DIRECTIONS -
Set down exactly the lines of the listing below, please, beginning with the first and ending with the line that holds "visit hears: the".
[MATERIAL PROVIDED Boundary: Start]
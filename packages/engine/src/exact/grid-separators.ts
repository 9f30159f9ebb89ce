import type { Bitset } from '../graph/bitset';
import type { ShapeCanon } from './shape-canon';

/** What visit hears: the cells of a candidate separator (vertex numbers) in `cells[0..count)`. */
export type SeparatorVisit = (cells: Int32Array, count: number) => boolean;

const KING_DR = [-1, -1, -1, 0, 0, 1, 1, 1];
const KING_DC = [-1, 0, 1, -1, 1, -1, 0, 1];

/**
 * Candidate minimal separators of a connected grid shape, as cycles through its cells and the regions
 * around it. The shape is a plane graph whose faces are the unit squares with four cells and one face per
 * 8-connected region of missing cells (the outside among them); a minimal separator of a plane graph is
 * the vertex set of a cycle in its radial graph, which steps from vertex to vertex through a shared face
 * (Bouchitté, Mazoit & Todinca, "Chordal embeddings of planar graphs", Discrete Math. 2003). Two cells
 * share a square face only if they are king-adjacent, and any two cells on a missing region's rim share
 * that face, so every minimal separator is the cell set of a king path that closes through a missing
 * region, or of a closed king cycle. Some sets listed do not separate, or come more than once: the caller
 * checks the components.
 */
export class GridSeparators {
  /** The shape's layout and its scratch member list (see ShapeCanon.scan). */
  constructor(private readonly canon: ShapeCanon) {}

  /**
   * Calls visit for cell sets X of at most maxSize cells that include every minimal separator of the
   * connected shape `set` with at most maxSize cells and, for each rectangle [r0, r1, c0, c1, slack] of
   * `rectangles` (grid coordinates, inclusive), at most `slack` cells outside it. Stops as soon as visit
   * returns true, and says whether it did. `pulse` is called now and then (to stop a long listing).
   */
  forEach(set: Bitset, maxSize: number, rectangles: Int32Array, visit: SeparatorVisit, pulse: () => void): boolean {
    if (maxSize < 1) return false;
    // The shape in a box padded by one cell all round, so that the outside is one region.
    const canon = this.canon;
    const count = canon.scan(set);
    // Copies: the visits below scan other sets with the same scratch.
    const members = canon.members.slice(0, count);
    const [r0, r1, c0, c1] = Array.from(canon.box) as [number, number, number, number];
    const top = r0 - 1;
    const left = c0 - 1;
    const H = r1 - r0 + 3;
    const W = c1 - c0 + 3;
    const cells = H * W;
    const vertexOf = new Int32Array(cells).fill(-1);
    for (let i = 0; i < count; i++) {
      const v = members[i]!;
      vertexOf[(canon.row[v]! - top) * W + canon.col[v]! - left] = v;
    }
    // Missing cells by 8-connected region.
    const region = new Int32Array(cells).fill(-1);
    let regions = 0;
    const stack = new Int32Array(cells);
    for (let p = 0; p < cells; p++) {
      if (vertexOf[p]! >= 0 || region[p]! >= 0) continue;
      let sp = 0;
      stack[sp++] = p;
      region[p] = regions;
      while (sp > 0) {
        const q = stack[--sp]!;
        const qr = (q / W) | 0;
        const qc = q - qr * W;
        for (let d = 0; d < 8; d++) {
          const rr = qr + KING_DR[d]!;
          const cc = qc + KING_DC[d]!;
          if (rr < 0 || cc < 0 || rr >= H || cc >= W) continue;
          const t = rr * W + cc;
          if (vertexOf[t]! >= 0 || region[t]! >= 0) continue;
          region[t] = regions;
          stack[sp++] = t;
        }
      }
      regions++;
    }
    // Each region's rim (the cells king-adjacent to it), and for each cell the regions it touches (at
    // most four: its eight neighbours alternate with the four it shares an edge with).
    const rimStart = new Int32Array(regions + 1);
    const touches = new Int32Array(4 * cells).fill(-1);
    for (let p = 0; p < cells; p++) {
      if (vertexOf[p]! < 0) continue;
      const pr = (p / W) | 0;
      const pc = p - pr * W;
      let listed = 0;
      for (let d = 0; d < 8; d++) {
        const o = region[(pr + KING_DR[d]!) * W + pc + KING_DC[d]!]!;
        if (o < 0) continue;
        let known = false;
        for (let j = 0; j < listed; j++) if (touches[4 * p + j] === o) known = true;
        if (known) continue;
        touches[4 * p + listed++] = o;
        rimStart[o + 1]!++;
      }
    }
    for (let o = 0; o < regions; o++) rimStart[o + 1]! += rimStart[o]!;
    const rim = new Int32Array(rimStart[regions]!);
    const fill = rimStart.slice(0, regions);
    for (let p = 0; p < cells; p++) for (let j = 0; j < 4 && touches[4 * p + j]! >= 0; j++) rim[fill[touches[4 * p + j]!]!++] = p;
    const touchesRegion = (p: number, o: number) => touches[4 * p] === o || touches[4 * p + 1] === o || touches[4 * p + 2] === o || touches[4 * p + 3] === o;
    // For each cell, the rectangles it lies outside of (a list per cell), and a count per rectangle of
    // the path's cells outside it.
    const m = rectangles.length / 5;
    const slack = new Int32Array(m);
    const outStart = new Int32Array(cells + 1);
    const outList: number[] = [];
    for (let p = 0; p < cells; p++) {
      outStart[p] = outList.length;
      if (vertexOf[p]! < 0) continue;
      const r = ((p / W) | 0) + top;
      const c = (p % W) + left;
      for (let i = 0, at = 0; i < m; i++, at += 5) {
        if (r < rectangles[at]! || r > rectangles[at + 1]! || c < rectangles[at + 2]! || c > rectangles[at + 3]!) outList.push(i);
      }
    }
    outStart[cells] = outList.length;
    for (let i = 0; i < m; i++) slack[i] = rectangles[5 * i + 4]!;
    const outOf = Int32Array.from(outList);
    const outside = new Int32Array(m);
    /** Counts p outside its rectangles, or, when one would then hold too many, leaves the counts and says no. */
    const enter = (p: number): boolean => {
      const from = outStart[p]!;
      const to = outStart[p + 1]!;
      for (let j = from; j < to; j++) {
        const i = outOf[j]!;
        if (outside[i]! >= slack[i]!) {
          for (let u = from; u < j; u++) outside[outOf[u]!]!--;
          return false;
        }
        outside[i]!++;
      }
      return true;
    };
    const leave = (p: number): void => {
      for (let j = outStart[p]!, to = outStart[p + 1]!; j < to; j++) outside[outOf[j]!]!--;
    };

    const onPath = new Uint8Array(cells);
    const usedRegion = new Uint8Array(regions);
    const path = new Int32Array(maxSize);
    const out = new Int32Array(maxSize);
    const dist = new Int32Array(cells);
    const queue = new Int32Array(cells);
    let steps = 0;
    const report = (len: number): boolean => {
      for (let i = 0; i < len; i++) out[i] = vertexOf[path[i]!]!;
      return visit(out, len);
    };
    /** Breadth-first: cells still needed after p to reach the rim of region `home` (or a king neighbour of cell `home`). */
    const distances = (starts: ArrayLike<number>, from: number, to: number, throughRegions: boolean) => {
      dist.fill(-1);
      const seenRegion = new Uint8Array(regions);
      let head = 0;
      let tail = 0;
      for (let i = from; i < to; i++) {
        const p = starts[i]!;
        if (dist[p] === -1) {
          dist[p] = 0;
          queue[tail++] = p;
        }
      }
      while (head < tail) {
        const p = queue[head++]!;
        const pr = (p / W) | 0;
        const pc = p - pr * W;
        const next = dist[p]! + 1;
        for (let d = 0; d < 8; d++) {
          const t = (pr + KING_DR[d]!) * W + pc + KING_DC[d]!;
          if (vertexOf[t]! < 0 || dist[t] !== -1) continue;
          dist[t] = next;
          queue[tail++] = t;
        }
        if (!throughRegions) continue;
        for (let j = 0; j < 4; j++) {
          const o = touches[4 * p + j]!;
          if (o < 0) break;
          if (seenRegion[o]) continue;
          seenRegion[o] = 1;
          for (let i = rimStart[o]!; i < rimStart[o + 1]!; i++) {
            const t = rim[i]!;
            if (dist[t] !== -1) continue;
            dist[t] = next;
            queue[tail++] = t;
          }
        }
      }
    };

    // Paths that leave region `home` and come back to it, through other regions of higher number.
    let home = 0;
    const extendOpen = (p: number, len: number): boolean => {
      if ((++steps & 1023) === 0) pulse();
      if (touchesRegion(p, home) && (len === 1 || path[0]! < p) && report(len)) return true;
      if (len === maxSize) return false;
      const pr = (p / W) | 0;
      const pc = p - pr * W;
      for (let d = 0; d < 8; d++) {
        const t = (pr + KING_DR[d]!) * W + pc + KING_DC[d]!;
        if (vertexOf[t]! < 0 || onPath[t] || len + 1 + dist[t]! > maxSize) continue;
        if (step(t, len, extendOpen)) return true;
      }
      for (let j = 0; j < 4; j++) {
        const o = touches[4 * p + j]!;
        if (o < 0) break;
        if (o <= home || usedRegion[o]) continue;
        usedRegion[o] = 1;
        for (let i = rimStart[o]!; i < rimStart[o + 1]!; i++) {
          const t = rim[i]!;
          if (onPath[t] || len + 1 + dist[t]! > maxSize) continue;
          if (step(t, len, extendOpen)) {
            usedRegion[o] = 0;
            return true;
          }
        }
        usedRegion[o] = 0;
      }
      return false;
    };
    const step = (t: number, len: number, extend: (p: number, len: number) => boolean): boolean => {
      if (!enter(t)) return false;
      onPath[t] = 1;
      path[len] = t;
      const found = extend(t, len + 1);
      leave(t);
      onPath[t] = 0;
      return found;
    };
    for (home = 0; home < regions; home++) {
      distances(rim, rimStart[home]!, rimStart[home + 1]!, true);
      usedRegion[home] = 1;
      for (let i = rimStart[home]!; i < rimStart[home + 1]!; i++) {
        const s = rim[i]!;
        if (1 + dist[s]! > maxSize) continue;
        if (step(s, 0, extendOpen)) return true;
      }
      usedRegion[home] = 0;
    }

    // Closed king cycles through cells only, each listed from its first cell (in box order) and, of its
    // two directions, the one whose second cell comes first.
    if (maxSize < 4) return false;
    let start = 0;
    const kingAdjacent = (p: number, q: number) => {
      const dr = ((p / W) | 0) - ((q / W) | 0);
      const dc = (p % W) - (q % W);
      return dr >= -1 && dr <= 1 && dc >= -1 && dc <= 1;
    };
    const extendClosed = (p: number, len: number): boolean => {
      if ((++steps & 1023) === 0) pulse();
      if (len >= 4 && kingAdjacent(p, start) && path[1]! < p && report(len)) return true;
      if (len === maxSize) return false;
      const pr = (p / W) | 0;
      const pc = p - pr * W;
      for (let d = 0; d < 8; d++) {
        const t = (pr + KING_DR[d]!) * W + pc + KING_DC[d]!;
        // dist[t] - 1 more cells after t reach a king neighbour of the first cell.
        if (t <= start || vertexOf[t]! < 0 || onPath[t] || len + dist[t]! > maxSize) continue;
        if (step(t, len, extendClosed)) return true;
      }
      return false;
    };
    const one = new Int32Array(1);
    for (let i = 0; i < count; i++) {
      one[0] = (canon.row[members[i]!]! - top) * W + canon.col[members[i]!]! - left;
      start = one[0]!;
      // A cycle that encloses a cell spans three rows at least (the shape's rows are 1 to H - 2 of the
      // padded box); and its first cell must keep to the rectangles before distances are worth working out.
      if (((start / W) | 0) + 2 > H - 2) continue;
      if (!enter(start)) continue;
      leave(start);
      distances(one, 0, 1, false);
      if (step(start, 0, extendClosed)) return true;
    }
    return false;
  }
}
[MATERIAL PROVIDED Boundary: End]
RESULT OF THIS EXERCISE -
filename packages/engine/src/exact/grid-separators.ts
repository 9f30159f9ebb89ce
import type { Bitset } from '../graph/bitset';
import type { ShapeCanon } from './shape-canon';

/** What visit hears: the cells of a candidate separator (vertex numbers) in `cells[0..count)`. */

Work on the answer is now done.